### WHAT YOU HAVE TO DO
Among the entries below, find the lines with the word "shifts" and copy them.

### ENTRIES SUPPLIED
-------------------------

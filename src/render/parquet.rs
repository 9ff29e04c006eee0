//! Tables of lines, shifts, windows and findings as Parquet, written by polars.
//!
//! Column names are those of `result.json`; a modelled number is three columns: median, `_p05`, `_p95`.

use crate::report::document::{BandValue, CasedBand, DayRow, ScreenReport};
use polars::prelude::{Column, DataFrame, NamedFrom, ParquetWriter, PolarsError, Series};
use std::io::Write;

/// Makes one table of a report.
pub type TableOf = fn(&ScreenReport) -> Result<DataFrame, PolarsError>;

/// A modelled number of a date.
type DayBand = fn(&DayRow) -> BandValue;
/// A modelled number of a date that may have two daylight cases.
type DayCasedBand = fn(&DayRow) -> CasedBand;
/// Markers of a date.
type DayMarkers = fn(&DayRow) -> &[(BandValue, Option<&'static str>)];

/// The tables, each with its file name.
pub const TABLES: [(&str, TableOf); 4] = [
    ("lines.parquet", lines),
    ("shifts.parquet", shifts),
    ("windows.parquet", windows),
    ("findings.parquet", findings),
];

/// A table could not be written.
#[derive(Debug, thiserror::Error)]
#[error("the table cannot be written as Parquet: {0}")]
pub struct TableError(#[from] PolarsError);

/// Writes one of the tables.
///
/// # Errors
///
/// [`TableError`] with the reason that polars gives, which may be the writer's.
pub fn write(table: TableOf, report: &ScreenReport, out: impl Write) -> Result<(), TableError> {
    let mut frame = table(report)?;
    ParquetWriter::new(out)
        .with_row_group_size(Some(100_000))
        .finish(&mut frame)?;
    Ok(())
}

fn column<'a, T, Phantom: ?Sized>(name: &str, values: T) -> Column
where
    Series: NamedFrom<T, Phantom>,
    T: 'a,
{
    Series::new(name.into(), values).into()
}

fn frame(columns: Vec<Column>) -> Result<DataFrame, PolarsError> {
    let height = columns.first().map_or(0, Column::len);
    DataFrame::new(height, columns)
}

/// Three columns of a modelled number.
fn banded(name: &str, values: &[BandValue]) -> [Column; 3] {
    let of = |part: fn(&BandValue) -> f64| values.iter().map(part).collect::<Vec<f64>>();
    [
        column(name, of(|v| v.median)),
        column(&format!("{name}_p05"), of(|v| v.p05)),
        column(&format!("{name}_p95"), of(|v| v.p95)),
    ]
}

/// Three columns of a number that may have two daylight cases; then its median is missing.
fn cased(name: &str, values: &[CasedBand]) -> [Column; 3] {
    let of =
        |part: fn(&BandValue) -> f64| values.iter().map(|v| part(&v.all)).collect::<Vec<f64>>();
    [
        column(
            name,
            values.iter().map(CasedBand::median).collect::<Vec<_>>(),
        ),
        column(&format!("{name}_p05"), of(|v| v.p05)),
        column(&format!("{name}_p95"), of(|v| v.p95)),
    ]
}

fn count(value: usize) -> i64 {
    i64::try_from(value).unwrap_or(i64::MAX)
}

/// One row per line and date.
fn lines(report: &ScreenReport) -> Result<DataFrame, PolarsError> {
    let rows: Vec<_> = report
        .lines
        .iter()
        .flat_map(|line| line.days.iter().map(move |day| (line, day)))
        .collect();
    let text = |value: fn(&(&crate::report::LineSection, &DayRow)) -> String| {
        rows.iter().map(value).collect::<Vec<String>>()
    };
    let of = |value: DayBand| rows.iter().map(|(_, day)| value(day)).collect::<Vec<_>>();
    // One median where the date has one marker in one case; otherwise the JSON holds them all.
    let marker = |markers: DayMarkers| {
        rows.iter()
            .map(|(_, day)| match markers(day) {
                [(value, None)] => Some(value.median),
                _ => None,
            })
            .collect::<Vec<Option<f64>>>()
    };
    let mut columns = vec![
        column(
            "line",
            rows.iter()
                .map(|(line, _)| i64::from(line.number))
                .collect::<Vec<i64>>(),
        ),
        column("subject", text(|(line, _)| line.subject.clone())),
        column("date", text(|(_, day)| day.date.clone())),
        column("cbtmin", marker(|day| &day.cbtmin)),
        column("dlmo", marker(|day| &day.dlmo)),
    ];
    let values: [(&str, DayBand); 6] = [
        ("sleep_h", |d| d.sleep_h),
        ("mesor", |d| d.mesor),
        ("amplitude", |d| d.amplitude),
        ("amplitude_ratio", |d| d.amplitude_ratio),
        ("peak", |d| d.peak),
        ("nadir", |d| d.nadir),
    ];
    for (name, value) in values {
        columns.extend(banded(name, &of(value)));
    }
    let times: [(&str, DayCasedBand); 5] = [
        ("acrophase_h", |d| d.acrophase_h),
        ("peak_time", |d| d.peak_time),
        ("nadir_time", |d| d.nadir_time),
        ("quiescent_start", |d| d.quiescent_start),
        ("quiescent_end", |d| d.quiescent_end),
    ];
    for (name, value) in times {
        let values: Vec<CasedBand> = rows.iter().map(|(_, day)| value(day)).collect();
        columns.extend(cased(name, &values));
    }
    frame(columns)
}

/// One row per worker and shift.
fn shifts(report: &ScreenReport) -> Result<DataFrame, PolarsError> {
    let rows: Vec<_> = report
        .workers
        .iter()
        .flat_map(|worker| worker.shifts.iter().map(move |shift| (worker, shift)))
        .collect();
    frame(vec![
        column(
            "worker",
            rows.iter().map(|(w, _)| w.id.clone()).collect::<Vec<_>>(),
        ),
        column(
            "team",
            rows.iter().map(|(w, _)| w.team.clone()).collect::<Vec<_>>(),
        ),
        column(
            "line",
            rows.iter()
                .map(|(w, _)| i64::from(w.line))
                .collect::<Vec<_>>(),
        ),
        column(
            "start",
            rows.iter()
                .map(|(_, s)| s.start.clone())
                .collect::<Vec<_>>(),
        ),
        column(
            "end",
            rows.iter().map(|(_, s)| s.end.clone()).collect::<Vec<_>>(),
        ),
        column(
            "hours",
            rows.iter().map(|(_, s)| s.hours).collect::<Vec<_>>(),
        ),
        column(
            "class",
            rows.iter()
                .map(|(_, s)| s.class.clone())
                .collect::<Vec<_>>(),
        ),
        column(
            "night_h",
            rows.iter().map(|(_, s)| s.night_h).collect::<Vec<_>>(),
        ),
        column(
            "code",
            rows.iter().map(|(_, s)| s.code.clone()).collect::<Vec<_>>(),
        ),
        column(
            "origin",
            rows.iter()
                .map(|(_, s)| s.origin.clone())
                .collect::<Vec<_>>(),
        ),
    ])
}

/// One row per worker and recovery window.
fn windows(report: &ScreenReport) -> Result<DataFrame, PolarsError> {
    let rows: Vec<_> = report
        .workers
        .iter()
        .flat_map(|worker| worker.windows.iter().map(move |window| (worker, window)))
        .collect();
    frame(vec![
        column(
            "worker",
            rows.iter().map(|(w, _)| w.id.clone()).collect::<Vec<_>>(),
        ),
        column(
            "line",
            rows.iter()
                .map(|(w, _)| i64::from(w.line))
                .collect::<Vec<_>>(),
        ),
        column(
            "start",
            rows.iter()
                .map(|(_, r)| r.start.clone())
                .collect::<Vec<_>>(),
        ),
        column(
            "end",
            rows.iter().map(|(_, r)| r.end.clone()).collect::<Vec<_>>(),
        ),
        column(
            "hours",
            rows.iter().map(|(_, r)| r.hours).collect::<Vec<_>>(),
        ),
        column(
            "after",
            rows.iter()
                .map(|(_, r)| r.after.clone())
                .collect::<Vec<_>>(),
        ),
        column(
            "before",
            rows.iter()
                .map(|(_, r)| r.before.clone())
                .collect::<Vec<_>>(),
        ),
        column(
            "class",
            rows.iter()
                .map(|(_, r)| r.class.word().to_owned())
                .collect::<Vec<_>>(),
        ),
        column(
            "reasons",
            rows.iter()
                .map(|(_, r)| r.reasons.join("; "))
                .collect::<Vec<_>>(),
        ),
    ])
}

/// One row per finding.
fn findings(report: &ScreenReport) -> Result<DataFrame, PolarsError> {
    let rows = &report.findings;
    let text = |value: fn(&crate::report::FindingRow) -> String| {
        rows.iter().map(value).collect::<Vec<String>>()
    };
    frame(vec![
        column("code", text(|f| f.code.to_owned())),
        column("attention", text(|f| f.attention.word().to_owned())),
        column("kind", text(|f| f.kind.to_owned())),
        column(
            "worker",
            rows.iter().map(|f| f.worker.clone()).collect::<Vec<_>>(),
        ),
        column(
            "line",
            rows.iter()
                .map(|f| f.line.map(i64::from))
                .collect::<Vec<_>>(),
        ),
        column("start", text(|f| f.start.clone())),
        column("end", text(|f| f.end.clone())),
        column(
            "measured",
            rows.iter().map(|f| f.measured).collect::<Vec<_>>(),
        ),
        column("limit", rows.iter().map(|f| f.limit).collect::<Vec<_>>()),
        column("unit", text(|f| f.unit.clone())),
        column(
            "members_hold",
            rows.iter()
                .map(|f| f.members.map(|m| count(m.0)))
                .collect::<Vec<_>>(),
        ),
        column(
            "members_of",
            rows.iter()
                .map(|f| f.members.map(|m| count(m.1)))
                .collect::<Vec<_>>(),
        ),
        column("rules", text(|f| f.rules.join(" "))),
        column("source", text(|f| f.source.clone())),
        column("rows", text(|f| f.rows.join(" "))),
        column(
            "occurrences",
            rows.iter()
                .map(|f| count(f.occurrences))
                .collect::<Vec<_>>(),
        ),
        column("message", text(|f| f.message.clone())),
    ])
}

-------------------------

### TASK SOLUTION
//! Tables of lines, shifts, windows and findings as Parquet, written by polars.
    ("shifts.parquet", shifts),
fn shifts(report: &ScreenReport) -> Result<DataFrame, PolarsError> {
        .flat_map(|worker| worker.shifts.iter().map(move |shift| (worker, shift)))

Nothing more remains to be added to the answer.